Viruses can also be the culprits of cancer
The second way of “infection” of cancer is more indirect, that is, through the transmission of cancer-causing viruses. But if you want to pick words, it’s just carcinogens spreading here, and the cancers they cause are not contagious themselves.
In 1909, Peyton Rous, who was working at the Rockefeller Institute in New York, USA, studied a reed chicken that has been famous in history. He removed tumors from chickens, injected tumor filtrate into other hens, and found that he induced tumors in healthy hens. It was later found that the tumor was caused by a retrovirus called Rous sarcoma virus (RSV), and it was the first time in human history that cancer could be transmitted by viral infection.

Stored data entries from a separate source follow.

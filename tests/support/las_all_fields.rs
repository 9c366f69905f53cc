//! A LAS 1.4 file of any point format 0–10 with every field varied, described Extra Bytes and
//! a WKT CRS, written by the `las` crate's own writer (an independent encoder). Shared by the
//! attribute round-trip and `apply` tests (`#[path]`-included).

use std::io::Cursor;
use std::path::Path;

use las::point::{Classification, Format, ScanDirection};
use las::raw::point::Waveform;
use las::{Builder, Color, Point, Transform, Vector, Version, Vlr, Writer};

/// A small seeded generator (SplitMix64), so that every field gets varied values.
pub struct Mix(pub u64);
impl Mix {
    pub fn next(&mut self) -> u64 {
        self.0 = self.0.wrapping_add(0x9E37_79B9_7F4A_7C15);
        let mut z = self.0;
        z = (z ^ (z >> 30)).wrapping_mul(0xBF58_476D_1CE4_E5B9);
        z = (z ^ (z >> 27)).wrapping_mul(0x94D0_49BB_1331_11EB);
        z ^ (z >> 31)
    }
    pub fn unit(&mut self) -> f64 {
        (self.next() >> 11) as f64 / (1u64 << 53) as f64
    }
}

/// An Extra Bytes record describing a u16 `tree_id` and an f64 `height_above` (LAS 1.4 R15
/// Table 24: data type at byte 2, name at 4..36; types 3 = u16, 10 = f64; from memory).
pub fn extra_bytes_vlr() -> Vlr {
    let mut data = Vec::new();
    for (t, name) in [(3u8, "tree_id"), (10u8, "height_above")] {
        let mut d = [0u8; 192];
        d[2] = t;
        d[4..4 + name.len()].copy_from_slice(name.as_bytes());
        data.extend_from_slice(&d);
    }
    Vlr {
        user_id: "LASF_Spec".into(),
        record_id: 4,
        description: "Extra Bytes".into(),
        data,
    }
}

pub const WKT: &str =
    r#"PROJCS["ETRS89 / UTM zone 32N",GEOGCS["ETRS89"],UNIT["metre",1],AUTHORITY["EPSG","25832"]]"#;

/// A LAS 1.4 file of point format `f` with every field varied, 10 extra bytes per point
/// (described), and a WKT CRS.
pub fn write_format(path: &Path, f: u8, n: usize) {
    let mut format = Format::new(f).unwrap();
    format.extra_bytes = 10;
    let mut b = Builder::from((1, 4));
    b.version = Version::new(1, 4);
    b.point_format = format;
    let t = |o: f64| Transform {
        scale: 0.001,
        offset: o,
    };
    b.transforms = Vector {
        x: t(512_000.0),
        y: t(5_403_000.0),
        z: t(0.0),
    };
    b.vlrs.push(extra_bytes_vlr());
    let mut header = b.into_header().unwrap();
    header.set_wkt_crs(WKT.as_bytes().to_vec()).unwrap();
    let mut w = Writer::new(Cursor::new(Vec::new()), header).unwrap();
    let mut r = Mix(f as u64 + 1);
    for i in 0..n {
        let ext = format.is_extended;
        let nret = 1 + (r.next() % if ext { 15 } else { 7 }) as u8;
        let mut extra = ((i % 60000) as u16).to_le_bytes().to_vec();
        extra.extend_from_slice(&(r.unit() * 30.0).to_le_bytes());
        let p = Point {
            // Whole steps of the scale, so the stored values are the ones given.
            x: 512_340.0 + (r.next() % 200_000) as f64 * 0.001,
            y: 5_403_210.0 + (r.next() % 150_000) as f64 * 0.001,
            z: 40.0 + (r.next() % 20_000) as f64 * 0.001,
            intensity: r.next() as u16,
            return_number: 1 + (r.next() % nret as u64) as u8,
            number_of_returns: nret,
            scan_direction: if r.next().is_multiple_of(2) {
                ScanDirection::LeftToRight
            } else {
                ScanDirection::RightToLeft
            },
            is_edge_of_flight_line: r.next().is_multiple_of(2),
            classification: Classification::new((r.next() % if ext { 64 } else { 32 }) as u8)
                .unwrap_or(Classification::Ground),
            is_synthetic: r.next().is_multiple_of(2),
            is_key_point: r.next().is_multiple_of(2),
            is_withheld: r.next().is_multiple_of(2),
            is_overlap: ext && r.next().is_multiple_of(2),
            scanner_channel: if ext { (r.next() % 4) as u8 } else { 0 },
            scan_angle: if ext {
                (r.next() % 2000) as f32 * 0.006 - 6.0
            } else {
                (r.next() % 180) as f32 - 90.0
            },
            user_data: r.next() as u8,
            point_source_id: r.next() as u16,
            gps_time: format.has_gps_time.then(|| 1e8 + r.unit() * 1e5),
            color: format
                .has_color
                .then(|| Color::new(r.next() as u16, r.next() as u16, r.next() as u16)),
            nir: format.has_nir.then(|| r.next() as u16),
            waveform: format.has_waveform.then(|| Waveform {
                wave_packet_descriptor_index: 1,
                byte_offset_to_waveform_data: r.next() % 100_000,
                waveform_packet_size_in_bytes: 256,
                return_point_waveform_location: r.unit() as f32,
                x_t: 0.6,
                y_t: 0.0,
                z_t: -0.8,
            }),
            extra_bytes: extra,
        };
        w.write_point(p).unwrap();
    }
    std::fs::write(path, w.into_inner().unwrap().into_inner()).unwrap();
}
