#[test]
fn two_scans_report_moved_scan_and_picture() {
    let dir = tempfile::tempdir().unwrap();
    let mesh = bunny();
    let p = problem(&mesh, 50.0, 6000, 0.003, 7);
    write_ply(&dir.path().join("source.ply"), &p.source, &[]).unwrap();
    write_ply(&dir.path().join("target.ply"), &p.target, &[]).unwrap();
    let out = equiscan(
        &[
            "align",
            "source.ply",
            "target.ply",
            "--json",
            "--report",
            "report.json",
            "--write",
            "moved.ply",
            "--picture",
            "views.png",
            "--seed",
            "3",
        ],
        dir.path(),
    );
    let stderr = String::from_utf8_lossy(&out.stderr);
    assert_eq!(out.status.code(), Some(0), "stderr: {stderr}");
    let v: serde_json::Value = serde_json::from_slice(&out.stdout).unwrap();
    assert_eq!(v["verdict"], "confident");
    // A PLY of a hand-sized object with no unit: a part, so the inspection wording.
    assert_eq!(v["settings"]["job"], "part");
    assert!(
        v["caution"]
            .as_str()
            .unwrap()
            .contains("inspection with calibrated equipment")
    );
    // Traceability: tool version, every setting and why, inputs with size and checksum.
    assert_eq!(v["tool"]["version"], env!("CARGO_PKG_VERSION"));
    assert_eq!(v["settings"]["seed"], 3);
    assert!(
        v["settings"]["voxel_from"]
            .as_str()
            .unwrap()
            .contains("point spacing")
    );
    let bytes = std::fs::metadata(dir.path().join("source.ply"))
        .unwrap()
        .len();
    assert_eq!(v["source"]["bytes"], bytes);
    assert!(
        v["source"]["checksum"]
            .as_str()
            .unwrap()
            .starts_with("fnv1a64:")
    );
    assert!(v["fit"]["coverage"].as_f64().unwrap() > 0.3, "{v}");
    assert_eq!(v["settings"]["units"], "unknown");
    for name in ["moved.ply", "views.png", "report.json"] {
        assert!(stderr.contains(&format!("wrote {name}")), "{stderr}");
    }
    // The moved file records the verdict and the transform in its header.
    let header = std::fs::read(dir.path().join("moved.ply")).unwrap();
    let header = String::from_utf8_lossy(&header[..600]);
    assert!(
        header.contains("comment equiscan registration verdict confident"),
        "{header}"
    );
    assert!(
        header.contains("comment equiscan registration transform"),
        "{header}"
    );
    let rows: [[f64; 4]; 4] = serde_json::from_value(v["transform"].clone()).unwrap();
    let found = equiscan::align::Rigid::from_rows(&rows).unwrap();
    let (rot, trans) = errors(&p.source, &found, &p.truth);
    assert!(rot <= 2.0 && trans <= 0.01 * p.diagonal, "{rot}° {trans}");
    // The report file holds the same JSON; the moved scan lies on the target.
    let file: serde_json::Value =
        serde_json::from_str(&std::fs::read_to_string(dir.path().join("report.json")).unwrap())
            .unwrap();
    assert_eq!(file["transform"], v["transform"]);
    let (moved, _) = read_cloud(&dir.path().join("moved.ply")).unwrap();
    assert_eq!(moved.len(), p.source.len());
    let identity = equiscan::align::Rigid::identity();
    let overlap = common::measured_overlap(&moved, &p.target, &identity);
    assert!(overlap > 0.5, "moved scan overlap {overlap}");
    let png = std::fs::read(dir.path().join("views.png")).unwrap();
    assert_eq!(&png[1..4], b"PNG");
    // Same seed, same result: the report's transform is reproduced bit for bit.
    let again = equiscan(
        &["align", "source.ply", "target.ply", "--json", "--seed", "3"],
        dir.path(),
    );
    let w: serde_json::Value = serde_json::from_slice(&again.stdout).unwrap();
    assert_eq!(w["transform"], v["transform"]);
}
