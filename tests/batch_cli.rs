//! `equiscan batch` end to end: resume from the journal, refusal of another recipe, kill -9,
//! isolation of a bad tile, empty tiles, a tile in another CRS, non-point files in a folder,
//! an OUTDIR that is a file, a write error, and shards running at once into one OUTDIR.

mod batch_tiles;

use std::path::{Path, PathBuf};
use std::process::{Command, Output};

use batch_tiles::{cut, thin};
use equiscan::io::read_cloud;

fn equiscan(args: &[&str], dir: &Path) -> Output {
    Command::new(env!("CARGO_BIN_EXE_equiscan"))
        .args(args)
        .current_dir(dir)
        .output()
        .expect("equiscan runs")
}

fn text(b: &[u8]) -> String {
    String::from_utf8_lossy(b).into_owned()
}

fn summary(o: &Output) -> serde_json::Value {
    serde_json::from_str(text(&o.stdout).trim())
        .unwrap_or_else(|e| panic!("{e}: stdout {} stderr {}", text(&o.stdout), text(&o.stderr)))
}

/// 3 × 3 LAS tiles of every `step`-th point of station 1 in `dir/tiles`.
fn tiles(step: usize) -> tempfile::TempDir {
    let (station, _) = read_cloud("scans/depot_station1.laz".as_ref()).expect("demo station");
    let dir = tempfile::tempdir().unwrap();
    std::fs::create_dir(dir.path().join("tiles")).unwrap();
    cut(
        &thin(&station, step),
        3,
        3,
        &dir.path().join("tiles"),
        "las",
    );
    dir
}

/// The files of a folder (not the journal), sorted, with their bytes.
fn contents(dir: &Path) -> Vec<(String, Vec<u8>)> {
    let mut v: Vec<(String, Vec<u8>)> = std::fs::read_dir(dir)
        .unwrap()
        .map(|e| e.unwrap().path())
        .filter(|p| p.is_file())
        .map(|p| {
            (
                p.file_name().unwrap().to_string_lossy().into_owned(),
                std::fs::read(&p).unwrap(),
            )
        })
        .collect();
    v.sort();
    v
}

fn temp_files(dir: &Path) -> Vec<PathBuf> {
    walk(dir)
        .into_iter()
        .filter(|p| p.to_string_lossy().ends_with(equiscan::io::TEMP_SUFFIX))
        .collect()
}
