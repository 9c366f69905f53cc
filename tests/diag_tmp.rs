use equiscan::Cloud;
use equiscan::align::*;
#[test]
fn diag() {
    let grid = |dx: f64| -> Cloud {
        let pts: Vec<[f64; 3]> = (0..80)
            .flat_map(|i| (0..80).map(move |j| [i as f64 * 0.05 + dx, j as f64 * 0.05, 0.0]))
            .collect();
        Cloud::from_global(&pts)
    };
    for m in [Method::Equivariant, Method::Fpfh] {
        let a = align_pair(
            &grid(0.0),
            &grid(0.7),
            &AlignParams {
                method: m,
                ..Default::default()
            },
        )
        .unwrap();
        eprintln!(
            "{:?} {:?} {:?} voxel {} kp {:?} angle {} t {:?}",
            m,
            a.figures,
            a.verdict,
            a.voxel,
            a.keypoints,
            a.transform.angle_deg(),
            a.transform.translation
        );
    }
}
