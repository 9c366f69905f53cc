//! Every LAS version 1.0–1.4 and point format 0–10 that the version allows, written by the
//! `las` crate's own writer (an independent encoder), then read by ours.

use std::io::Cursor;

use equiscan::io::read_cloud;
use las::{Builder, Color, Point, Transform, Vector, Version, Writer, point::Format};

fn points(format: &Format) -> Vec<Point> {
    (0..50)
        .map(|i| {
            let f = i as f64;
            Point {
                x: 440_000.0 + f * 0.25,
                y: 3_750_000.0 - f * 0.5,
                z: 12.0 + f * 0.01,
                intensity: 100 + i as u16,
                return_number: 1 + (i % 3) as u8,
                number_of_returns: 3,
                classification: las::point::Classification::new((i % 10) as u8).unwrap(),
                gps_time: format.has_gps_time.then_some(1000.0 + f),
                color: format
                    .has_color
                    .then_some(Color::new(i as u16, 2 * i as u16, 60000)),
                nir: format.has_nir.then_some(7),
                waveform: format.has_waveform.then(Default::default),
                ..Default::default()
            }
        })
        .collect()
}

#[test]
fn all_versions_and_point_formats_read_back() {
    let dir = tempfile::tempdir().unwrap();
    let mut tried = 0;
    for minor in 0..=4u8 {
        for f in 0..=10u8 {
            let format = Format::new(f).unwrap();
            let mut b = Builder::from((1, minor));
            b.version = Version::new(1, minor);
            b.point_format = format;
            b.transforms = Vector {
                x: Transform {
                    scale: 0.01,
                    offset: 440_000.0,
                },
                y: Transform {
                    scale: 0.01,
                    offset: 3_750_000.0,
                },
                z: Transform {
                    scale: 0.01,
                    offset: 0.0,
                },
            };
            let Ok(header) = b.into_header() else {
                continue; // the version does not allow this format
            };
            let pts = points(&format);
            let mut w = Writer::new(Cursor::new(Vec::new()), header).unwrap();
            for p in &pts {
                w.write_point(p.clone()).unwrap();
            }
            let bytes = w.into_inner().unwrap().into_inner();
            let path = dir.path().join(format!("v1{minor}_f{f}.las"));
            std::fs::write(&path, &bytes).unwrap();

            let (cloud, info) =
                read_cloud(&path).unwrap_or_else(|e| panic!("1.{minor} format {f}: {e}"));
            let ctx = format!("LAS 1.{minor} format {f}");
            assert_eq!(info.version, format!("1.{minor}"), "{ctx}");
            assert_eq!(info.point_format, Some(f), "{ctx}");
            assert_eq!(cloud.len(), pts.len(), "{ctx}");
            for (i, p) in pts.iter().enumerate() {
                let g = cloud.global(i);
                assert!(
                    (g[0] - p.x).abs() < 1e-6
                        && (g[1] - p.y).abs() < 1e-6
                        && (g[2] - p.z).abs() < 1e-6,
                    "{ctx} point {i}: {g:?}"
                );
                assert_eq!(
                    cloud.intensity.as_ref().unwrap()[i],
                    p.intensity as f32,
                    "{ctx}"
                );
                assert_eq!(
                    cloud.return_number.as_ref().unwrap()[i],
                    p.return_number,
                    "{ctx}"
                );
                assert_eq!(
                    cloud.classification.as_ref().unwrap()[i],
                    u8::from(p.classification),
                    "{ctx}"
                );
                assert_eq!(cloud.gps_time.as_ref().map(|v| v[i]), p.gps_time, "{ctx}");
                assert_eq!(
                    cloud.color.as_ref().map(|v| v[i]),
                    p.color.map(|c| [c.red, c.green, c.blue]),
                    "{ctx}"
                );
            }
            tried += 1;
        }
    }
    // 1.0/1.1: formats 0-1; 1.2: 0-3; 1.3: 0-5; 1.4: 0-10.
    assert_eq!(tried, 2 + 2 + 4 + 6 + 11);
}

Subsequent studies found that RSV can cause cancer because it contains a sequence stolen from the genome of chicken cells. This sequence, originally responsible for regulating cell growth and proliferation, was stolen and turned into an oncogene. When RSV replicates in the host, it can integrate its own genetic information into the host’s genome. At this time, it is like a random connection. In many cases, this road is blocked, so it is harmless, but sometimes it just places the oncogene in a strong Under the switch, the cells grow out of control, which may eventually form cancerous tissue.
Studies have shown that retroviruses can cause a wide range of cancers in chickens, mice, cats, monkeys and other vertebrates. Humans are not immune. There have been reports that two viruses are associated with a certain human lymphoma and prostate cancer, but the chances of infection are very low.
Compared with these two retroviruses, one virus has a clearer relationship with cancer, that is, human papillomavirus (HPV), which can induce cervical cancer.
According to WHO statistics, cervical cancer is the second most common cancer in women worldwide. While most HPV infections do not cause any symptoms, persistent HPV infection can lead to abnormal cervical cell production, which in a certain percentage has the potential to develop into cervical cancer. It is estimated that 99% of cervical cancers are associated with HPV infection. HPV is mainly spread by contact, and in addition to cervical cancer, it can also cause other types of cancer in both men and women, including anal, genital, head and neck cancers, and genital warts. Therefore, regardless of gender, HPV vaccination before having sex for the first time is effective in preventing these cancers—not the cancer itself, but the viral infection that causes the cancer.
However, some preclinical cancer vaccine studies have shown extremely encouraging results, and in a few years, some cancers themselves may be vaccine-preventable.
All in all, cancer is not transmitted to healthy people with large individual differences, and immunocompromised people are at certain risk. Certain infectious viruses may cause cancer, but the cancer itself is not infectious. If regenerative medicine is further developed and the source of organs is further expanded, “cancer due to organ transplantation” will become a thing of the past.